-- Task brief --
What appears from the first line of the records below through the line containing "c.characteristic === 'retardance');" must be reproduced verbatim.

(Dataset entries)
▬▬▬▬▬▬▬▬▬▬

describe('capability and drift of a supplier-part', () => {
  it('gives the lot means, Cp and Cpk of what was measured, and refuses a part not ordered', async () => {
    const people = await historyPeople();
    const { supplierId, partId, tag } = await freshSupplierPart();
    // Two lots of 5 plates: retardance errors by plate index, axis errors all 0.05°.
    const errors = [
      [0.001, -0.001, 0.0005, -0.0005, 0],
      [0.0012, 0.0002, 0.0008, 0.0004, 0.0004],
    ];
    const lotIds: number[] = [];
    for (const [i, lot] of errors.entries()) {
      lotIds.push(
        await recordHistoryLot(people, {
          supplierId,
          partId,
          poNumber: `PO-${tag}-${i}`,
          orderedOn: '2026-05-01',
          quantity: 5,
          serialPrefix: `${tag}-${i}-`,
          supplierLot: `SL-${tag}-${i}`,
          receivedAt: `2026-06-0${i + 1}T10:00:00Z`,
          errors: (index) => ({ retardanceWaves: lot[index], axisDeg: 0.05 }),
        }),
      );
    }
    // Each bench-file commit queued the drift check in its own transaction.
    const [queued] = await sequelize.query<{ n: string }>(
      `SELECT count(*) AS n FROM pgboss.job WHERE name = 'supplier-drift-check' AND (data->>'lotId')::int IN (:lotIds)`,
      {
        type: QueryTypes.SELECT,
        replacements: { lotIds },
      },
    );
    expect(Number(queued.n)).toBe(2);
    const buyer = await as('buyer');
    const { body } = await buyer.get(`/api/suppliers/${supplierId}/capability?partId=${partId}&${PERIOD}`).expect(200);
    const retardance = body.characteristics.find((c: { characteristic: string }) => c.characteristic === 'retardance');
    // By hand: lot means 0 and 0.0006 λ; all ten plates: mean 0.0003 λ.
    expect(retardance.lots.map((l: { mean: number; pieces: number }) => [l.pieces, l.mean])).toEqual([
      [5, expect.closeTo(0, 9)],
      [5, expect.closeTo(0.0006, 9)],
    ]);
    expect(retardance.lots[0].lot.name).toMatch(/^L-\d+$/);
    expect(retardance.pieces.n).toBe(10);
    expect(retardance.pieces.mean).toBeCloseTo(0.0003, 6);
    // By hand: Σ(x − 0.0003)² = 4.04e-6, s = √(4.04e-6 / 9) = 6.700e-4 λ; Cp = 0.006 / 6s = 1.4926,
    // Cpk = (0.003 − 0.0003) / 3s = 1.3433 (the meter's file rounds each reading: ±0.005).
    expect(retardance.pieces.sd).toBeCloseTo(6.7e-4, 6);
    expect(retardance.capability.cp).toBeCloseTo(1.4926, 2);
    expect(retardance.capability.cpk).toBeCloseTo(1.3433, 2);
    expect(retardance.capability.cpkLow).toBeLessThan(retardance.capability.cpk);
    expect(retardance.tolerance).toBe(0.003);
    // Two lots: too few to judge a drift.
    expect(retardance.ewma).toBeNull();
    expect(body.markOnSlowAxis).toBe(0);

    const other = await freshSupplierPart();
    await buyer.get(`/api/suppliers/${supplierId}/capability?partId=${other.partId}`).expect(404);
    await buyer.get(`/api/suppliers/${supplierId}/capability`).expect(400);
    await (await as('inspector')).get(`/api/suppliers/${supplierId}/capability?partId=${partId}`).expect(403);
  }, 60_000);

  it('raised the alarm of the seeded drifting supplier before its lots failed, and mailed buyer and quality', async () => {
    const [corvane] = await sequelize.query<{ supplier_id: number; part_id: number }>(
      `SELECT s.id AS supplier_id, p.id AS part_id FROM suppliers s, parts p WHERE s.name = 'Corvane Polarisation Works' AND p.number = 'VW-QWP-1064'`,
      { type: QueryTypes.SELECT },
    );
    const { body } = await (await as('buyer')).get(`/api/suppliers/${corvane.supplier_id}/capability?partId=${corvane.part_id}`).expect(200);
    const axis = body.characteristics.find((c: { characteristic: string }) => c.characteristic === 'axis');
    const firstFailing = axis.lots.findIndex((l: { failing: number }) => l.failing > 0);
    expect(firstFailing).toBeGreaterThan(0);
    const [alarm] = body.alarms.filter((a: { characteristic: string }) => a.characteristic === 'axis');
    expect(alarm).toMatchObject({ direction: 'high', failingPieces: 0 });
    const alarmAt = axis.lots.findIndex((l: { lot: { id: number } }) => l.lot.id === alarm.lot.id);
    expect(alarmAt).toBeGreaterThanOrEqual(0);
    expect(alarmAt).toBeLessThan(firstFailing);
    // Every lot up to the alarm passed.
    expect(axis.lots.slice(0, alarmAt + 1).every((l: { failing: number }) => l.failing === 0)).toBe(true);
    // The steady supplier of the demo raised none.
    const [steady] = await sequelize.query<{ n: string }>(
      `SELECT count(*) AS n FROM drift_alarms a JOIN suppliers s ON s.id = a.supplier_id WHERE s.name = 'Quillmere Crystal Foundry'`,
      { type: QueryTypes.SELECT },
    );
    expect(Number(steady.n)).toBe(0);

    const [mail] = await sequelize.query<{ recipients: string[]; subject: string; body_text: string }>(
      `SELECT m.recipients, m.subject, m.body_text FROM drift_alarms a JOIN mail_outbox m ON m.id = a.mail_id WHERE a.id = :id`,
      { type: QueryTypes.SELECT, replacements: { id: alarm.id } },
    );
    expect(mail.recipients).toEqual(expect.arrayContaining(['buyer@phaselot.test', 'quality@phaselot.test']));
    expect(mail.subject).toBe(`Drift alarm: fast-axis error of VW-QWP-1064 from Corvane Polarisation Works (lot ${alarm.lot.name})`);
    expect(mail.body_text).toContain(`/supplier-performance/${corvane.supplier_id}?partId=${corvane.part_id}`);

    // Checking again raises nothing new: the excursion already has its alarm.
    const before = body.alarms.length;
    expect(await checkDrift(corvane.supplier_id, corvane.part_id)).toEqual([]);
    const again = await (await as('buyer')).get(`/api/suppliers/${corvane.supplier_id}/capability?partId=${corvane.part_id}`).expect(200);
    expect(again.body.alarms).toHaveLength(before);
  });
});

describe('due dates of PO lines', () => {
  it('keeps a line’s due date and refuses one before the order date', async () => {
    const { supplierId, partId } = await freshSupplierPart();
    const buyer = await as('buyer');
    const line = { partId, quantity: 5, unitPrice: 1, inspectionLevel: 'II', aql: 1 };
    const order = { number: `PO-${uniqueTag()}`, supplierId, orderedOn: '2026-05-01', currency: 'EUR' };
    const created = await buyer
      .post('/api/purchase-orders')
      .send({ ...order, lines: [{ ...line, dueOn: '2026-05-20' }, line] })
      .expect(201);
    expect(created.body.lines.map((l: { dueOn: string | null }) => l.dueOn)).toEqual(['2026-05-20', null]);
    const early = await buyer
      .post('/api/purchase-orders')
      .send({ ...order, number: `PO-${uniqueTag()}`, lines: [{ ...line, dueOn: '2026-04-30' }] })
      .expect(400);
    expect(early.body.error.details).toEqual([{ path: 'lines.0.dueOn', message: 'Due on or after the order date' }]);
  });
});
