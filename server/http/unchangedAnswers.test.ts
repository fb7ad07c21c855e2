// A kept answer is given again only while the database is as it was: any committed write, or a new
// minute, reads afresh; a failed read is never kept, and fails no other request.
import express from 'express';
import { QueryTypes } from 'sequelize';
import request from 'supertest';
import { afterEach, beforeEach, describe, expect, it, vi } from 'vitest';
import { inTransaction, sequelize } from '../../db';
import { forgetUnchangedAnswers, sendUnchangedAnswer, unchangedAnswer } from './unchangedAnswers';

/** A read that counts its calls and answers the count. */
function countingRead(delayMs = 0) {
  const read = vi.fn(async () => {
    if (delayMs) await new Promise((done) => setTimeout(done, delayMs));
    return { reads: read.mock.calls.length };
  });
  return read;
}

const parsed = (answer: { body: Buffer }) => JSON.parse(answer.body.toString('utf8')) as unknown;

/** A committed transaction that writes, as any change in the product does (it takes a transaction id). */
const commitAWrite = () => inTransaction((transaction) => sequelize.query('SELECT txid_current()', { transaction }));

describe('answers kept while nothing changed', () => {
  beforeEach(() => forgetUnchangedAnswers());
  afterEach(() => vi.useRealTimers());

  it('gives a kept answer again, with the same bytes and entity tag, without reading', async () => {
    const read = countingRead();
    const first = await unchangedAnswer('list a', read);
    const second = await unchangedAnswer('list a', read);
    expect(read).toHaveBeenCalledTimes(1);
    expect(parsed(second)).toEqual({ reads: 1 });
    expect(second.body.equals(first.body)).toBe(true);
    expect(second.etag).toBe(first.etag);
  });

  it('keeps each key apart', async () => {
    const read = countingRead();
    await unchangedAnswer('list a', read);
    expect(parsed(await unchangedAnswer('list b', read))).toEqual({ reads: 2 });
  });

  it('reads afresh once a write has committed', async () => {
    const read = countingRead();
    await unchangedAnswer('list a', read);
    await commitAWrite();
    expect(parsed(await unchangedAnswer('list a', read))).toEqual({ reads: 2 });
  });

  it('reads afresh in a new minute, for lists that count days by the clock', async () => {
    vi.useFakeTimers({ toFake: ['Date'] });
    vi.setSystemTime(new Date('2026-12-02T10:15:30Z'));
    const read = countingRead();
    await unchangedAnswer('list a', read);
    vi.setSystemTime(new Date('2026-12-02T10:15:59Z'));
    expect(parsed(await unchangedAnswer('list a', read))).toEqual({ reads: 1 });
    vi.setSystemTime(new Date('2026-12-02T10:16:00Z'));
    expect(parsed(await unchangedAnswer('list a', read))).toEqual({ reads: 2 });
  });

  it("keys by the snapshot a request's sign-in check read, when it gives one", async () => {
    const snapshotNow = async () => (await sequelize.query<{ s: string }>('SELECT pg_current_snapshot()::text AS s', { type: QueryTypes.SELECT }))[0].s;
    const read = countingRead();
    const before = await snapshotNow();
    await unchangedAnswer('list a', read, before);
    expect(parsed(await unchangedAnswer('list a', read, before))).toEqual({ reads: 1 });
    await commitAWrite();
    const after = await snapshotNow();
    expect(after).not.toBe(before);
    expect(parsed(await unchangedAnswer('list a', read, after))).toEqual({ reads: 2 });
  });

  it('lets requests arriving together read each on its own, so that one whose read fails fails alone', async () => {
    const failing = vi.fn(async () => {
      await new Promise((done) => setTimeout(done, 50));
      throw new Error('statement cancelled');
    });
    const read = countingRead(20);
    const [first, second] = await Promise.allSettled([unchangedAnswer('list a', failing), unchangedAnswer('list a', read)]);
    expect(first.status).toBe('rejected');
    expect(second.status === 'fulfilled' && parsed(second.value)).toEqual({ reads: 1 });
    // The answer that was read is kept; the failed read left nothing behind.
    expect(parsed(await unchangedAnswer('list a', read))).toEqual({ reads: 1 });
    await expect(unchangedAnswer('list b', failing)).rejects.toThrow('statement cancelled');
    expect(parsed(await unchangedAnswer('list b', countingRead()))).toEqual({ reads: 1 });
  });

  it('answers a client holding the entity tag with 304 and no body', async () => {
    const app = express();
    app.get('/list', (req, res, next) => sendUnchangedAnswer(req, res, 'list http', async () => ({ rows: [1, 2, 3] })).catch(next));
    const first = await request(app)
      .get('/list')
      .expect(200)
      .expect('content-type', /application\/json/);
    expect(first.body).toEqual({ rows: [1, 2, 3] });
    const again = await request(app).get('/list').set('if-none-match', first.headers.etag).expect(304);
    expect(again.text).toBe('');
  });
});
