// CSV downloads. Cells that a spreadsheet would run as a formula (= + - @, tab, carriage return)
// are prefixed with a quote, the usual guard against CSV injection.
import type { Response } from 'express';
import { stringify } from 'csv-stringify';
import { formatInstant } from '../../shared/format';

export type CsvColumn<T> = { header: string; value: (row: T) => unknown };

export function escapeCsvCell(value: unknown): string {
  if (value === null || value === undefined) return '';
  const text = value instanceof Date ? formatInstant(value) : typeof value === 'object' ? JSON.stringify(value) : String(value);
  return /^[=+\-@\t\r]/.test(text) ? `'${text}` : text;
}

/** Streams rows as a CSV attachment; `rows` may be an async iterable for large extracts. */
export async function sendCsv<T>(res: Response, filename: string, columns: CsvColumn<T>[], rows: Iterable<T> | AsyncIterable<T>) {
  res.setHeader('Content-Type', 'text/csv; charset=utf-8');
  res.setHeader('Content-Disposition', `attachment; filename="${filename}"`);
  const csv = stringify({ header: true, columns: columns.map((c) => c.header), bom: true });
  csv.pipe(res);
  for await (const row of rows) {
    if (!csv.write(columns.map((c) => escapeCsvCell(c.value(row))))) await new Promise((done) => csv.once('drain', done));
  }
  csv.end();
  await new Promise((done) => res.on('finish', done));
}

▬▬▬▬▬▬▬▬▬▬

-- Task answer --
describe('capability and drift of a supplier-part', () => {
  it('gives the lot means, Cp and Cpk of what was measured, and refuses a part not ordered', async () => {
    const people = await historyPeople();
    const { supplierId, partId, tag } = await freshSupplierPart();
    // Two lots of 5 plates: retardance errors by plate index, axis errors all 0.05°.
    const errors = [
      [0.001, -0.001, 0.0005, -0.0005, 0],
      [0.0012, 0.0002, 0.0008, 0.0004, 0.0004],
    ];
    const lotIds: number[] = [];
    for (const [i, lot] of errors.entries()) {
      lotIds.push(
        await recordHistoryLot(people, {
          supplierId,
          partId,
          poNumber: `PO-${tag}-${i}`,
          orderedOn: '2026-05-01',
          quantity: 5,
          serialPrefix: `${tag}-${i}-`,
          supplierLot: `SL-${tag}-${i}`,
          receivedAt: `2026-06-0${i + 1}T10:00:00Z`,
          errors: (index) => ({ retardanceWaves: lot[index], axisDeg: 0.05 }),
        }),
      );
    }
    // Each bench-file commit queued the drift check in its own transaction.
    const [queued] = await sequelize.query<{ n: string }>(
      `SELECT count(*) AS n FROM pgboss.job WHERE name = 'supplier-drift-check' AND (data->>'lotId')::int IN (:lotIds)`,
      {
        type: QueryTypes.SELECT,
        replacements: { lotIds },
      },
    );
    expect(Number(queued.n)).toBe(2);
    const buyer = await as('buyer');
    const { body } = await buyer.get(`/api/suppliers/${supplierId}/capability?partId=${partId}&${PERIOD}`).expect(200);
    const retardance = body.characteristics.find((c: { characteristic: string }) => c.characteristic === 'retardance');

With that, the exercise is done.